For the first time since the Great Depression, congressional leaders are seriously considering sweeping alternatives to the Internal Revenue code. Two Texans in the House of Representatives are leading the calls for drastic change. house Majority Leader Dick Armey wants to replace the current income tax with a single-rate tax with no deductions other than a generous personal exemption. Ways and Means Committee Chairman Bill Archer would instead scrap the Internal Revenue Code entirely and replace it with a flat-rate national sales tax.
Would either proposal enhance civil liberties and raise enough money to operate the federal government? REASON assembled four knowledgeable advocates to discuss the possibilities.
No More Kidding Around
By Edward H. Crane
At the end of a brilliant section on taxation from his book Power & Market, the late Murray N. Rothbard writes, "Our conclusions are twofold: (1) that economics cannot assume any principle of just taxation, and that no one has successfully established any such principles; and (2) that the neutral tax, which seems to many a valid ideal turns out to be conceptually impossible to achieve."
I cite Rothbard's conclusion--which he persuasively develops in the book--by way of disclaimer. I do not favor a federal retail sales tax. I support replacing the current Byzantine system of financing the federal government with a federal retail sales tax. I do so for the simple reason that it will make it easier for Americans to reduce their overall tax burden.
We can replace the personal income tax, corporate income tax, inheritance tax, gift tax, and the Social Security payroll tax with a simple federal tax on retail sales and services of between 25 percent to 30 percent. There are economic, civil libertarian, and political advantages to doing so.
Before discussing those advantages, it's worth emphasizing two more disclaimers. First, what we are talking about here is a complete replacement of the existing federal tax system. Critics of a federal retail sales tax who point to the danger of politicians simply adopting the retail sales tax on top of reduced rates for the present system have a very legitimate concern. The last thing we should want would be a sales tax in addition to the taxes we already have. The movement for the sales tax must reject any deal that allows the income tax to survive even at one-half of 1 percent.

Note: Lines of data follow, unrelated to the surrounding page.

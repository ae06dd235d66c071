import { readFileSync } from 'node:fs'
import { scheduleKinds, scheduleTable, writeSchedule } from '@coldfill/documents'
import { documentOptions, everyVessel } from '@coldfill/documents/testing'
import { sizeSpec } from '@coldfill/sizing'
import ExcelJS from 'exceljs'
import { describe, expect, it } from 'vitest'
import { hasOffice, leftOut } from './office.ts'
import { formulaResults, readWorkbook, recalculated } from './recalculate.ts'

/** Relative, as the workbook promises it. */
const TOLERANCE = 1e-9

const off = (found: unknown, expected: unknown): boolean =>
  typeof expected === 'number' ? offNumber(found, expected) : found !== expected

const offNumber = (found: unknown, expected: unknown): boolean =>
  typeof found !== 'number' ||
  typeof expected !== 'number' ||
  !(Math.abs(found - expected) <= TOLERANCE * Math.max(Math.abs(expected), 1e-30))

const EVERY = 'a vessel of every kind'

const spec = (building: string): string =>
  building === EVERY
    ? everyVessel
    : readFileSync(new URL(`../../examples/${building}/spec.yaml`, import.meta.url), 'utf8')

/** Types a number into the cell of a key of the spec: the outlined one, which holds a number and no formula. */
const type = (workbook: ExcelJS.Workbook, key: string, value: number): void => {
  const cells = workbook.worksheets.flatMap((sheet) => {
    const found: ExcelJS.Cell[] = []
    sheet.eachRow((row) => {
      const source = row.getCell(6).text
      if (source.replace(/ \(.*\)$/, '') === `spec: ${key}` && typeof row.getCell(3).value === 'number') {
        found.push(row.getCell(3))
      }
    })
    return found
  })
  expect({ key, cells: cells.length }).toEqual({ key, cells: 1 })
  const [cell] = cells
  if (cell) cell.value = value
}

/** Numbers of every schedule as the sheets hold them, by kind, mark and column. */
const scheduled = (
  workbook: ExcelJS.Workbook,
  kinds: readonly { kind: string; title: string; keys: readonly string[] }[],
) => {
  const numbers = new Map<string, unknown>()
  for (const { title, keys } of kinds) {
    workbook.getWorksheet(title)?.eachRow((row) => {
      const mark = row.getCell(1).value
      if (typeof mark !== 'string') return
      keys.forEach((key, index) => {
        const cell = row.getCell(index + 1)
        numbers.set(`${mark} ${key}`, cell.type === ExcelJS.ValueType.Formula ? cell.result : cell.value)
      })
    })
  }
  return numbers
}

it.skipIf(!hasOffice)(`the workbook refuses a temperature at which the engine has no value${leftOut}`, async () => {
  const workbook = await readWorkbook(await writeSchedule(sizeSpec(everyVessel), documentOptions('US')))
  // 400 °F is above 200 °C, where the equations of liquid water end for the engine.
  type(workbook, 'HWS / temperatures / high', 400)
  const found = await recalculated(new Uint8Array(await workbook.xlsx.writeBuffer()))
  const schedule = found.getWorksheet('Expansion tanks')
  const column = scheduleTable(sizeSpec(everyVessel), 'expansion tank', 'US').columns.findIndex(
    ({ key }) => key === 'required-volume',
  )
  const rows = schedule?.getRows(1, schedule.rowCount) ?? []
  const cell = rows.find((row) => row.getCell(1).value === 'ET-1')?.getCell(column + 1)
  expect(cell?.result).toEqual({ error: '#N/A' })
})

describe.skipIf(!hasOffice)(`the workbook recalculated by LibreOffice${leftOut}`, () => {
  describe.each(['fernhollow', 'alder-court', EVERY])('%s', (building) => {
    it.each(['US', 'SI'] as const)(
      'gives the value of the engine in every formula cell, in %s units',
      async (units) => {
        const bytes = await writeSchedule(sizeSpec(spec(building)), documentOptions(units))
        const expected = formulaResults(await readWorkbook(bytes))
        const found = formulaResults(await recalculated(bytes))
        expect(expected.size).toBeGreaterThan(60)
        expect(found.size).toBe(expected.size)
        const wrong = [...expected].filter(([cell, value]) => off(found.get(cell), value))
        expect(wrong.map(([cell, value]) => `${cell}: ${String(found.get(cell))}, not ${String(value)}`)).toEqual([])
      },
    )
  })

  it.each([
    {
      building: 'fernhollow',
      units: 'US',
      edits: [
        ['high: 180 °F', 'high: 205 °F', 'HWS / temperatures / high', 205],
        ['static-height: 42 ft', 'static-height: 50 ft', 'HWS / pressure / static-height', 50],
        ['elevation: 5200 ft', 'elevation: 900 ft', 'project / elevation', 900],
        ['high: 165 °F', 'high: 175 °F', 'PHG / temperatures / high', 175],
        ['low: 20 °F', 'low: 31 °F', 'PHG / temperatures / low', 31],
        ['storage: 140 °F', 'storage: 160 °F', 'DHW / temperatures / storage', 160],
        ['regulator: 60 psi', 'regulator: 55 psi', 'DHW / pressure / regulator', 55],
      ],
    },
    {
      building: 'alder-court',
      units: 'SI',
      edits: [
        ['high: 75 °C', 'high: 88 °C', 'HTG / temperatures / high', 88],
        ['static-height: 11.5 m', 'static-height: 14 m', 'HTG / pressure / static-height', 14],
        ['relief-valve: 3 bar', 'relief-valve: 6 bar', 'HTG / pressure / relief-valve', 600],
      ],
    },
    {
      building: EVERY,
      units: 'US',
      edits: [
        ['elevation: 820 ft', 'elevation: 4100 ft', 'project / elevation', 4100],
        ['low: 55 °F, high: 180 °F', 'low: 48 °F, high: 180 °F', 'HWS / temperatures / low', 48],
        ['low: 48 °F, high: 180 °F', 'low: 48 °F, high: 195 °F', 'HWS / temperatures / high', 195],
        ['low: 20 °F, high: 165 °F', 'low: 20 °F, high: 158 °F', 'GLY / temperatures / high', 158],
        ['storage: 140 °F }', 'storage: 150 °F }', 'DHW / temperatures / storage', 150],
        ['precharge: 30 psi, quantity: 2', 'precharge: 30 psi, quantity: 3', 'HWS / ET-2 / quantity', 3],
        ['apartments: 35', 'apartments: 41', 'DHW / demand / apartments', 41],
        ['cut-in: 40 psi', 'cut-in: 42 psi', 'CWB / pressure / cut-in', 42],
        ['condensate-pressure: 100 psi', 'condensate-pressure: 145 psi', 'LPS / FT-1 / condensate-pressure', 145],
        ['flash-pressure: 5 psi', 'flash-pressure: 12 psi', 'LPS / FT-1 / flash-pressure', 12],
        ['60 ft2, boiler-pressure: 100', '60 ft2, boiler-pressure: 125', 'LPS / BS-1 / boiler-pressure', 125],
        ['blown-volume: 60 gal', 'blown-volume: 85 gal', 'LPS / BS-2 / blown-volume', 85],
        ['steaming-rate: 3450 lb/h', 'steaming-rate: 2990 lb/h', 'LPS / CR-2 / steaming-rate', 2990],
      ],
    },
  ] as const)(
    'follows what is typed into its input cells as the engine follows the spec: $building',
    async (example) => {
      const { building, units, edits } = example
      const text = spec(building)
      let changedText = text
      for (const [from, to] of edits) {
        expect(changedText.split(from)).toHaveLength(2)
        changedText = changedText.replace(from, to)
      }
      const before = sizeSpec(text)
      const after = sizeSpec(changedText)

      const workbook = await readWorkbook(await writeSchedule(before, documentOptions(units)))
      for (const [, , key, value] of edits) type(workbook, key, value)
      const found = await recalculated(new Uint8Array(await workbook.xlsx.writeBuffer()))

      const tables = scheduleKinds(after).map((kind) => scheduleTable(after, kind, units))
      const kinds = tables.map((table) => ({ ...table, keys: table.columns.map((column) => column.key) }))
      const numbers = scheduled(found, kinds)
      const expected = tables.flatMap((table) =>
        table.rows.flatMap((row) =>
          Object.entries(row.cells).flatMap(([key, cell]) =>
            // The relief setting stands in the schedule as a number of the system, outside any calculation.
            cell.entry === null ? [] : [[`${row.mark} ${key}`, cell.value] as const],
          ),
        ),
      )
      expect(expected.length).toBeGreaterThan(15)
      const wrong = expected.filter(([cell, value]) => off(numbers.get(cell), value))
      expect(wrong.map(([cell, value]) => `${cell}: ${String(numbers.get(cell))}, not ${String(value)}`)).toEqual([])
      // The edits must have moved every size, or the comparison above says little.
      const size = (result: typeof before) => result.vessels.map((vessel) => vessel.results['required-volume']?.value)
      const moved = size(after).filter((value, index) => value !== size(before)[index])
      expect(moved.length).toBeGreaterThanOrEqual(building === EVERY ? 30 : building === 'fernhollow' ? 3 : 1)
    },
  )
})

Second, it must be made clear that we are not talking about a value-added tax. The European experience with the VAT makes it clear how easy that tax is to increase, primarily because it is hidden at the various levels of production. It is true that there will be some problems involved in defining "retail sales," but they are not insurmountable problems. The point is that the retail sales tax will be much more visible than a VAT and, hence, much harder to increase.
A theoretical case for the preferability of a retail sales tax can be made on the basis of the fact that consumption is the purpose of an economy. It is not investment, saving, or even employment. It is consumption. Government lives off of the economy. Let, then, the burden of government fall precisely where the economy is headed: on consumption. Such a tax, while unquestionably damaging to the economy and our standard of living, nevertheless will act to reduce the damage done to the economy compared to other taxation schemes.
A study done for the Cato Institute by Boston University economist Laurence J. Kotlikoff found that replacing the income taxes with a retail sales tax would more than double the savings rate (after all, the whole world outside consumption becomes an IRA), increase the capital stock by a third, and boost national output by nearly a half trillion dollars. One need not accept Kotlikoff's econometric model as an instrument of precision (or even crude accuracy) to see that by eliminating the income and inheritance taxes, including the tax on saving, there is bound to be a huge boost in output and productivity. Entrepreneurial incentives could not be more enhanced within the revenue constraints currently imposed by the federal government.
Thus, on the economic front the retail sales tax is an enormous improvement on the current system. So is Rep. Dick Armey's proposed flat income tax. It has been carefully constructed and, if left alone by politicians, would have virtually the same economic impact as the sales tax.
The problem is--and this is where the civil libertarian aspect comes in--that the flat tax remains a tax on income and keeps in place the Internal Revenue Service. The retail sales tax abolishes both. As the readers of REASON are well aware, there is no more intrusive and abusive agency of the federal government than the IRS. With a staff of more than 120,000 agents and auditors, the very mention of the IRS strikes fear in the hearts of Americans who, in theory, live in the land of the free.
The list of IRS intimidations, civil liberties abuses, snooping, and general ineptitude continues to grow. And for 1995 and 1996 we are promised particularly harsh audits, supposedly necessitated by the estimated $150-$200 billion in annually uncollected taxes.
Civil liberties abuses under the income tax regime are blatant and well documented. We are, for instance, assumed guilty and must prove our innocence when charged with violating the Internal Revenue Code, a code so complex and illogical that the IRS itself only pretends to understand it. The IRS regularly undertakes "civil forfeiture" proceedings that deny Americans their constitutionally guaranteed right to due process of law by confiscating property to pay for alleged (but not proven) tax deficiencies.